Forgotten admin password

Reset it from the CLI. Stop the service, then update the user:

sudo systemctl stop filebrowser
sudo -u filebrowser filebrowser -d "${FB_DB}" users update admin --password 'NewStrongPass'
sudo systemctl start filebrowser

Security hardening checklist

FileBrowser hands out file access over the web, so the defaults matter. Before you point real users at it, walk this list:

  • Keep it bound to localhost. Let Nginx be the only public listener. A direct 0.0.0.0 bind skips your TLS and proxy protections.
  • Always serve over HTTPS. A login form on plain HTTP ships the password in clear text. The Let’s Encrypt step above is not optional for anything internet-facing.
  • Scope every non-admin user. Give each account the narrowest folder and the fewest permissions it needs. Admin is for you, not for the team.
  • Leave the command runner off. If you never enable it, there is no shell to abuse.
  • Rate-limit logins. Add a Fail2ban jail that watches the FileBrowser log for repeated 403 responses on /api/login and bans the source after a handful of failures.
  • Set sensible share expiries. Default to a duration and a password for anything sensitive, and revoke links from Share Management when they have served their purpose.
  • Restrict network reach where you can. For a private file drop, keep it on the LAN or behind a WireGuard tunnel rather than the open internet.

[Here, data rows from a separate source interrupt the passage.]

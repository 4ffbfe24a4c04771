import type { ReactNode } from "react";

export interface PageHeadingProps {
  title: ReactNode;
  /** Stands above the title, e.g. breadcrumbs. */
  above?: ReactNode;
  /** One or two sentences under the title. */
  lead?: ReactNode;
  /** Tags or marks on the line of the title. */
  marks?: ReactNode;
  /** Buttons at the right; under the title on a phone. */
  actions?: ReactNode;
}

/** The one h1 of a page. */
export function PageHeading({ title, above, lead, marks, actions }: PageHeadingProps) {
  return (
    <header className="flex flex-col gap-2">
      {above}
      <div className="flex flex-wrap items-start justify-between gap-x-6 gap-y-3">
        <div className="min-w-0 flex-1 basis-80">
          <div className="flex flex-wrap items-center gap-x-3 gap-y-1">
            <h1 className="font-bold font-head text-26 md:text-34">{title}</h1>
            {marks}
          </div>
          {lead && <div className="mt-1 max-w-prose text-15 text-ink2 md:text-17">{lead}</div>}
        </div>
        {actions && <div className="no-print flex flex-wrap gap-2">{actions}</div>}
      </div>
    </header>
  );
}
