import type { PowerSensitivity, SharedComponent } from "@/lib/measure/curve/power-sensitivity";
import { ROAD_SOURCES, type RoadVariance } from "@/lib/measure/road/road-variance";
import type { BudgetComponent, UncertaintyBudget } from "@/lib/measure/types";

/** Coverage factor of every stated uncertainty: about 95 % (JCGM 100:2008, 6.3.3). */
export const COVERAGE = 2;

const SHARED: readonly SharedComponent[] = [
  "mass",
  "speed scale",
  "engine inertia",
  "wheel inertia",
  "mesh efficiency",
  "weather",
];
const ROAD_COMPONENT = {
  wind: "wind",
  grade: "grade",
  resistance: "rolling and air resistance",
} as const satisfies Record<(typeof ROAD_SOURCES)[number], BudgetComponent>;

/** Relative standard uncertainties by component; independent of each other. */
export type RelativeParts = Partial<Record<BudgetComponent, number>>;

/**
 * Parts that do not average out over the given runs of one side, for the power or the torque of their mean. What the runs have
 * in common is taken whole; wind, slope and resistance by the mean of the runs' gradients, road days being independent.
 */
export function commonParts(
  runs: readonly PowerSensitivity[],
  quantity: "power" | "torque" = "power",
): RelativeParts {
  const parts: RelativeParts = {};
  for (const component of SHARED) parts[component] = meanOf(runs, (run) => run.shared[component]);
  if (quantity === "torque") parts["speed scale"] = meanOf(runs, (run) => run.torqueScale);
  const days = [...meanGradients(runs)].map(([variance, gradient]) => variance.parts(gradient));
  for (const source of ROAD_SOURCES) {
    parts[ROAD_COMPONENT[source]] = Math.sqrt(days.reduce((sum, day) => sum + day[source], 0));
  }
  return parts;
}

/** Parts of a single run as it was driven: its own noise and gusts come on top. */
export function runParts(run: PowerSensitivity, quantity: "power" | "torque" = "power"): RelativeParts {
  const parts = commonParts([run], quantity);
  return { ...parts, wind: Math.hypot(parts.wind ?? 0, run.gust), smoothing: run.noise };
}

/** Root sum of squares of the common parts, without telling wind, slope and resistance apart. */
export function commonUncertainty(runs: readonly PowerSensitivity[]): number {
  let variance = 0;
  for (const component of SHARED) variance += meanOf(runs, (run) => run.shared[component]) ** 2;
  for (const [day, gradient] of meanGradients(runs)) variance += day.total(gradient);
  return Math.sqrt(variance);
}

function meanOf(runs: readonly PowerSensitivity[], part: (run: PowerSensitivity) => number): number {
  return runs.reduce((sum, run) => sum + part(run), 0) / runs.length;
}

function meanGradients(runs: readonly PowerSensitivity[]): Map<RoadVariance, Float64Array> {
  const days = new Map<RoadVariance, Float64Array>();
  for (const { road } of runs) {
    const sum = days.get(road.variance) ?? new Float64Array(road.gradient.length);
    for (let k = 0; k < sum.length; k++) sum[k] += road.gradient[k] / runs.length;
    days.set(road.variance, sum);
  }
  return days;
}

/** Relative standard uncertainty of independent parts (JCGM 100:2008, 5.1.2). */
export function combined(parts: RelativeParts): number {
  return Math.hypot(...Object.values(parts));
}

/** The budget of a peak power in kW. `basis` says of each component where its figure comes from. */
export function uncertaintyBudget(
  parts: RelativeParts,
  basis: (component: BudgetComponent) => string,
  peakKw: number,
): UncertaintyBudget {
  const expanded = COVERAGE * combined(parts);
  return {
    coverage_factor: COVERAGE,
    parts: (Object.entries(parts) as [BudgetComponent, number][]).map(([component, relative]) => ({
      component,
      standard_pct: 100 * relative,
      standard_kw: relative * peakKw,
      basis: basis(component),
    })),
    expanded_pct: 100 * expanded,
    expanded_kw: expanded * peakKw,
  };
}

With that in place you have a fast, single-binary file manager that you fully control, serving a real directory over HTTPS with scoped users and expiring links. If your needs grow toward team collaboration, versioning, or single sign-on, FileBrowser Quantum, Nextcloud, and Seafile pick up where the original leaves off, but for putting a folder on the web quickly and safely, this is hard to beat.